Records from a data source
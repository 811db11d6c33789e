import type { LotDraft } from '@lydite/contracts';
import { ChoiceRow, MoneyField, TextField } from '@lydite/ui';

type Delivery = LotDraft['delivery'];

interface DeliveryFieldsProps {
  delivery: Delivery;
  currency: string;
  onChange: (change: Partial<Delivery>) => void;
}

/** How the lot reaches the buyer, and at whose risk. */
export function DeliveryFields({ delivery, currency, onChange }: DeliveryFieldsProps) {
  return (
    <div className="fields">
      <ChoiceRow
        id="delivery.way"
        legend="How does it reach the buyer?"
        value={delivery.way}
        options={[
          { value: 'seller-sends', label: 'You send it', hint: 'insured by you, at your risk until received' },
          { value: 'collection', label: 'Collection', hint: 'at the buyer’s risk from the hand-over' },
        ]}
        onChange={(way) => onChange({ way })}
      />
      <div className="field-pair items-end">
        <TextField
          label="Where the lot is"
          id="delivery.place"
          hint="A town is enough."
          value={delivery.place}
          onChange={(event) => onChange({ place: event.target.value.slice(0, 60) })}
        />
        {delivery.way === 'seller-sends' ? (
          <MoneyField
            label="Freight"
            id="delivery.freightMinor"
            hint="Paid by the buyer; 0 if you bear it."
            currency={currency}
            amountMinor={delivery.freightMinor}
            onChange={(freightMinor) => onChange({ freightMinor })}
          />
        ) : (
          <TextField
            label="Hours of collection"
            id="delivery.hours"
            hint="Such as Mon to Fri, 8:00 to 16:00."
            value={delivery.hours}
            onChange={(event) => onChange({ hours: event.target.value.slice(0, 120) })}
          />
        )}
      </div>
    </div>
  );
}
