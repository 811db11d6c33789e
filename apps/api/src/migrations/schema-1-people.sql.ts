/** Members, sessions, notices, the audit log and the market's own records. */
export const peopleSchema = `
create table market_clock (
  one_row boolean primary key default true check (one_row),
  shift interval not null default interval '0'
);
insert into market_clock default values;
comment on table market_clock is 'Lets tests and simulations move the market''s time; the application may only read it.';

-- The one clock of the market. It reads the wall clock at the moment of the call, not at the start of the transaction.
create function market_now() returns timestamptz language sql volatile as
$$ select clock_timestamp() + (select shift from market_clock) $$;

create table holidays (day date primary key, name text not null);

create table members (
  id uuid primary key,
  email text not null check (email = lower(email)),
  password_hash text not null,
  name text not null,
  place text not null,
  email_confirmed_at timestamptz,
  verified_at timestamptz,
  verified_by uuid references members,
  limit_minor bigint not null default 200000 check (limit_minor between 0 and 99999999),
  tax_bp integer not null default 0 check (tax_bp between 0 and 10000),
  suspended_at timestamptz,
  created_at timestamptz not null default market_now(),
  constraint members_email_key unique (email)
);

create table member_roles (
  member_id uuid not null references members,
  role text not null check (role in ('seller', 'buyer', 'assayer', 'operator')),
  granted_by uuid references members,
  granted_at timestamptz not null default market_now(),
  primary key (member_id, role)
);

create table mail_tokens (
  id uuid primary key,
  member_id uuid not null references members,
  purpose text not null check (purpose in ('confirm', 'reset')),
  token_hash text not null unique,
  expires_at timestamptz not null,
  used_at timestamptz
);

create table sessions (
  id uuid primary key,
  member_id uuid not null references members,
  device text not null,
  ip text not null,
  created_at timestamptz not null default market_now(),
  last_seen_at timestamptz not null default market_now(),
  idle_until timestamptz not null,
  abs_until timestamptz not null,
  fresh_until timestamptz not null,
  revoked_at timestamptz,
  revoked_why text
);
create index sessions_member_idx on sessions (member_id) where revoked_at is null;

-- Each renewal issues a successor; a predecessor stays good until its successor is used, after that its reuse revokes the session.
create table refresh_tokens (
  hash text primary key,
  session_id uuid not null references sessions on delete cascade,
  parent_hash text references refresh_tokens on delete cascade,
  created_at timestamptz not null default market_now(),
  used_at timestamptz,
  spent_at timestamptz
);
create index refresh_tokens_session_idx on refresh_tokens (session_id);

create table sign_in_failures (
  id bigint generated always as identity primary key,
  key text not null,
  at timestamptz not null default market_now()
);
create index sign_in_failures_key_idx on sign_in_failures (key, at desc);

create table member_totp (
  member_id uuid primary key references members,
  secret bytea not null,
  begun_at timestamptz not null default market_now(),
  confirmed_at timestamptz,
  last_step bigint
);
comment on column member_totp.secret is 'Encrypted by a key of the settings, bound to the member.';
comment on column member_totp.last_step is 'The newest 30-second step whose code was used: no code counts twice.';

create table recovery_codes (
  hash text primary key,
  member_id uuid not null references members,
  used_at timestamptz
);
create index recovery_codes_member_idx on recovery_codes (member_id);

create table notices (
  id uuid primary key,
  member_id uuid not null references members,
  kind text not null,
  key text not null unique,
  subject text not null,
  text text not null,
  link text not null,
  created_at timestamptz not null default market_now(),
  read_at timestamptz,
  mailed_at timestamptz
);
create index notices_member_idx on notices (member_id, created_at desc);

create table audit_log (
  id bigint generated always as identity primary key,
  at timestamptz not null default market_now(),
  actor_id uuid,
  session_id uuid,
  ip text,
  action text not null,
  object_kind text not null,
  object_id text not null,
  reason text not null default '',
  request_id text
);

create table fee_schedules (
  from_day date primary key,
  buyer_fee_bp integer not null check (buyer_fee_bp between 0 and 10000),
  seller_fee_bp integer not null check (seller_fee_bp between 0 and 10000)
);
-- the fees of rules.md: in force until a dated change
insert into fee_schedules (from_day, buyer_fee_bp, seller_fee_bp) values ('2000-01-01', 200, 400);

create table catalogue_versions (
  version text primary key,
  content jsonb not null,
  in_force boolean not null default false,
  created_at timestamptz not null default market_now()
);
create unique index catalogue_in_force_key on catalogue_versions (in_force) where in_force;

create table reference_prices (
  id bigint generated always as identity primary key,
  at timestamptz not null,
  source text not null,
  currency text not null,
  per_gram_minor numeric(14, 4) not null check (per_gram_minor > 0),
  fetched_at timestamptz not null default market_now(),
  unique (source, at)
);
create index reference_prices_at_idx on reference_prices (at desc);

create table outbox (
  id bigint generated always as identity primary key,
  kind text not null,
  key text not null unique,
  payload jsonb not null,
  state text not null default 'pending' check (state in ('pending', 'done', 'dead')),
  attempts integer not null default 0,
  next_at timestamptz not null default clock_timestamp(),
  last_error text,
  first_tried_at timestamptz,
  created_at timestamptz not null default market_now(),
  done_at timestamptz
);
create index outbox_due_idx on outbox (next_at, id) where state = 'pending';

create table inbox (
  event_id text primary key,
  kind text not null,
  account_id text,
  object_id text not null,
  payload jsonb not null,
  received_at timestamptz not null default market_now(),
  processed_at timestamptz,
  attempts integer not null default 0,
  next_at timestamptz not null default clock_timestamp(),
  last_error text
);
create index inbox_due_idx on inbox (next_at) where processed_at is null;
`;
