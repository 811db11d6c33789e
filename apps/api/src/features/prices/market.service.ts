import type { MarketView } from '@lydite/contracts';
import { z } from 'zod';
import { marketNow } from '../../platform/clock.ts';
import type { World } from '../../platform/world.ts';
import type { Settings } from '../../settings.ts';
import { priceInForce, staleRuleOf, toReferencePrice } from './prices.reads.ts';

const signIns = z.array(z.object({ role: z.string(), email: z.string() }));

/** Currency, zone, fees and the price in force, as every page needs them. */
export function createMarketService({ db, settings }: Pick<World, 'db' | 'settings'>) {
  const demo = demoOf(settings);
  return {
    async read(): Promise<MarketView> {
      const now = await marketNow(db.manager);
      const price = await priceInForce(db.manager, staleRuleOf(settings));
      const fees: { buyerFeeBp: number; sellerFeeBp: number }[] = await db.query(
        `select buyer_fee_bp as "buyerFeeBp", seller_fee_bp as "sellerFeeBp" from fee_schedules
          where from_day <= ($1::timestamptz at time zone $2)::date order by from_day desc limit 1`,
        [now, settings.MARKET_ZONE],
      );
      return {
        currency: settings.MARKET_CURRENCY,
        zone: settings.MARKET_ZONE,
        now: now.toISOString(),
        ...fees[0]!,
        price: price && toReferencePrice(price),
        demo,
      };
    },
  };
}

/** The stand-ins a demo links to; the sign-ins come as JSON. */
const demoOf = ({ DEMO_MAIL_URL, DEMO_SIGN_INS }: Settings): MarketView['demo'] =>
  DEMO_MAIL_URL ? { mailUrl: DEMO_MAIL_URL, signIns: signIns.parse(JSON.parse(DEMO_SIGN_INS ?? '[]')) } : null;
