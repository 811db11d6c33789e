import type { LotDraft } from '@lydite/contracts';
import { ChoiceRow, MoneyField, Select } from '@lydite/ui';
import { counted } from '../../../lib/counted.ts';

type Sale = LotDraft['sale'];

interface SaleFieldsProps {
  sale: Sale;
  currency: string;
  onChange: (change: Partial<Sale>) => void;
}

const days = Array.from({ length: 14 }, (_, i) => ({ value: String(i + 1), label: counted(i + 1, 'day') }));

/** How the lot is sold, from what price, and for how long. */
export function SaleFields({ sale, currency, onChange }: SaleFieldsProps) {
  const price = (label: string, field: 'startMinor' | 'reserveMinor' | 'askingMinor', hint: string) => (
    <MoneyField
      label={label}
      id={`sale.${field}`}
      hint={hint}
      optional={field === 'reserveMinor'}
      currency={currency}
      amountMinor={sale[field]}
      onChange={(amountMinor) => onChange({ [field]: amountMinor || null })}
    />
  );
  return (
    <div className="fields">
      <ChoiceRow
        id="sale.form"
        legend="How do you sell it?"
        value={sale.form}
        options={[
          { value: 'open-bids', label: 'Open bids', hint: 'the highest bid at the close has it' },
          { value: 'asking-price', label: 'Asking price', hint: 'the first to take it has it' },
        ]}
        onChange={(form) => onChange({ form })}
      />
      {sale.form === 'open-bids' ? (
        <div className="field-pair items-end">
          {price('Start price', 'startMinor', 'Where bidding begins.')}
          {price('Lowest price', 'reserveMinor', 'Buyers read only whether it is reached.')}
        </div>
      ) : (
        price('Asking price', 'askingMinor', 'What a buyer pays for the lot, without freight.')
      )}
      <Select
        label="On the market for"
        id="sale.days"
        className="max-w-60"
        value={String(sale.days)}
        note="It closes on a full hour."
        options={days}
        onChange={(event) => onChange({ days: Number(event.target.value) })}
      />
    </div>
  );
}
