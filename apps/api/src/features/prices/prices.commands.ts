import type { EntityManager } from 'typeorm';
import type { QuotedPrice } from '../../platform/prices.ts';

/** Keeps published prices; one that is known already changes nothing. */
export async function recordPrices(tx: EntityManager, quotes: readonly QuotedPrice[]): Promise<void> {
  await tx.query(
    `insert into reference_prices (at, source, currency, per_gram_minor)
     select * from unnest($1::timestamptz[], $2::text[], $3::text[], $4::numeric[]) on conflict (source, at) do nothing`,
    [
      quotes.map((quote) => quote.at),
      quotes.map((quote) => quote.source),
      quotes.map((quote) => quote.currency),
      quotes.map((quote) => quote.perGramMinor),
    ],
  );
}
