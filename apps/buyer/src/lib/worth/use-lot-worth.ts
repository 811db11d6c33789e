import { useMarket } from '@lydite/client';
import type { BuyingTerms, LotView } from '@lydite/contracts';
import type { Catalogue } from '@lydite/valuation';
import { useMemo } from 'react';
import { toBuyerTerms } from './buyer-terms.ts';
import { drawAgain, lotWorth, type LotWorth } from './lot-worth.ts';

interface WorthSource {
  lot: LotView;
  catalogue: Catalogue;
  terms: BuyingTerms;
}

/** A lot's worth to the buyer, worked out in the browser; the lot is drawn once, and valued anew when terms or price change. */
export function useLotWorth({ lot, catalogue, terms }: WorthSource): LotWorth | null {
  const { currency, buyerFeeBp } = useMarket();
  const { lines, estimate, delivery, price, massG } = lot;
  const draws = useMemo(() => drawAgain({ lines, estimate }, catalogue), [lines, estimate, catalogue]);
  return useMemo(
    () =>
      lotWorth({
        draws,
        beadsG: estimate.beadsG,
        massG,
        terms: toBuyerTerms(terms, { buyerFeeBp, freightMinor: delivery.freightMinor }),
        pricePerGMinor: price.perGramMinor,
        currency,
      }),
    [draws, estimate, massG, terms, buyerFeeBp, delivery.freightMinor, price.perGramMinor, currency],
  );
}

## PROBLEM TO SOLVE
The lines to copy are those above that contain the string "buyerFeeBp".

## RESPONSE TO THIS TASK
      const fees: { buyerFeeBp: number; sellerFeeBp: number }[] = await db.query(
        `select buyer_fee_bp as "buyerFeeBp", seller_fee_bp as "sellerFeeBp" from fee_schedules
  const { currency, buyerFeeBp } = useMarket();
        terms: toBuyerTerms(terms, { buyerFeeBp, freightMinor: delivery.freightMinor }),
    [draws, estimate, massG, terms, buyerFeeBp, delivery.freightMinor, price.perGramMinor, currency],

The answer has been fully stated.